## TASK DIRECTIONS
Tell how many lines of the entries below include the string "offset". Respond with the number alone.

Stored data

# # # # #

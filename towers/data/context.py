"""Context columns: per-event inputs (hour, channel, device ...) that feed the query tower.

A context value belongs to one logged event, not to the user, so with context every held-out event
is its own ranking query: the user's features plus that event's context give its query vector.
Models without context (popularity, the linear factor model) use the user's vector for each event.
"""

from __future__ import annotations

import numpy as np
import pandas as pd
import torch

from towers.data.encoders import encoder_from_state, make_encoder
from towers.data.features import FeatureBlock, inputs_of, take
from towers.data.pairs import Pairs

AVERAGE_OVER = 32  # training contexts averaged for a user's context-free vector: common practice (no source)


class ContextEncoders:
    """Encoders of the log's context columns, fitted on training events only."""

    def __init__(self, encoders: list):
        self.encoders = encoders

    @classmethod
    def fit(cls, frame: pd.DataFrame, specs: list[dict], train_rows: np.ndarray, path) -> "ContextEncoders":
        encoders = [make_encoder(s) for s in specs]
        rows = frame.iloc[train_rows]
        for enc in encoders:
            enc.fit(rows[enc.name], path)
        return cls(encoders)

    def encode(self, frame: pd.DataFrame, path) -> FeatureBlock:
        """Encode context rows (one per event) into a block."""
        return {enc.name: enc.transform(frame[enc.name].reset_index(drop=True), path) for enc in self.encoders}

    @property
    def names(self) -> list[str]:
        return [e.name for e in self.encoders]

    def model_inputs(self) -> list[dict]:
        return inputs_of(self.encoders)

    def unknown_counts(self) -> dict[str, int]:
        return {e.name: e.unknown_seen for e in self.encoders if getattr(e, "unknown_seen", 0)}

    def state(self) -> dict:
        return {"features": [e.state() for e in self.encoders]}

    @classmethod
    def from_state(cls, state: dict) -> "ContextEncoders":
        return cls([encoder_from_state(s) for s in state["features"]])


def sample_contexts(train_context: FeatureBlock, n: int = AVERAGE_OVER, seed: int = 0) -> FeatureBlock:
    """A fixed sample of training events' contexts: the context mix a context-free vector averages over."""
    total = len(next(iter(train_context.values())))
    g = torch.Generator().manual_seed(seed)
    return take(train_context, torch.randperm(total, generator=g)[:n])


@torch.no_grad()
def vectors_with_context(tower, query_block: FeatureBlock, query_rows: torch.Tensor, context: FeatureBlock,
                         chunk: int = 65536) -> torch.Tensor:
    """Query vectors of events: row i is the tower on query_rows[i]'s features with context row i."""
    was = tower.training
    tower.eval()
    parts = []
    for lo in range(0, len(query_rows), chunk):
        idx = torch.arange(lo, min(len(query_rows), lo + chunk))
        parts.append(tower(take(query_block, query_rows[idx]) | take(context, idx)))
    tower.train(was)
    return torch.cat(parts)


@torch.no_grad()
def averaged_vectors(tower, query_block: FeatureBlock, contexts: FeatureBlock, chunk: int = 65536) -> torch.Tensor:
    """Each query's vector averaged over the sample of contexts: its expected score vector over the mix."""
    n = len(query_block["id"])
    s = len(next(iter(contexts.values())))
    per = max(1, chunk // s)
    parts = []
    for lo in range(0, n, per):
        rows = torch.arange(lo, min(n, lo + per))
        q_rows = rows.repeat_interleave(s)
        c_rows = torch.arange(s).repeat(len(rows))
        v = vectors_with_context(tower, query_block, q_rows, take(contexts, c_rows), chunk)
        parts.append(v.view(len(rows), s, -1).mean(1))
    return torch.cat(parts)


class AveragedOverContexts(torch.nn.Module):
    """A query tower whose output is averaged over a fixed context sample (for context-free vectors)."""

    def __init__(self, tower, contexts: FeatureBlock):
        super().__init__()
        self.tower, self.contexts = tower, contexts

    def forward(self, block: FeatureBlock) -> torch.Tensor:
        return averaged_vectors(self.tower, block, self.contexts)


def event_pairs(pairs, known):
    """Held-out pairs as events: query i is event i; each event excludes its user's known items.

    Returns (event pairs, known pairs keyed by event, the user row of each event).
    """

    n = len(pairs)
    users = pairs.query
    events = Pairs(torch.arange(n), pairs.candidate, pairs.target, pairs.weight)
    # join known (user, item) pairs to the events of the same user, with sorted index tensors
    k_order = torch.argsort(known.query, stable=True)
    kq, kc = known.query[k_order], known.candidate[k_order]
    start = torch.searchsorted(kq, users)
    count = torch.searchsorted(kq, users, right=True) - start
    ev = torch.repeat_interleave(torch.arange(n), count)
    offset = torch.arange(len(ev)) - torch.repeat_interleave(torch.cumsum(count, 0) - count, count)
    return events, Pairs(ev, kc[start[ev] + offset]), users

# # # # #

## ANSWER FOR THE TASK
2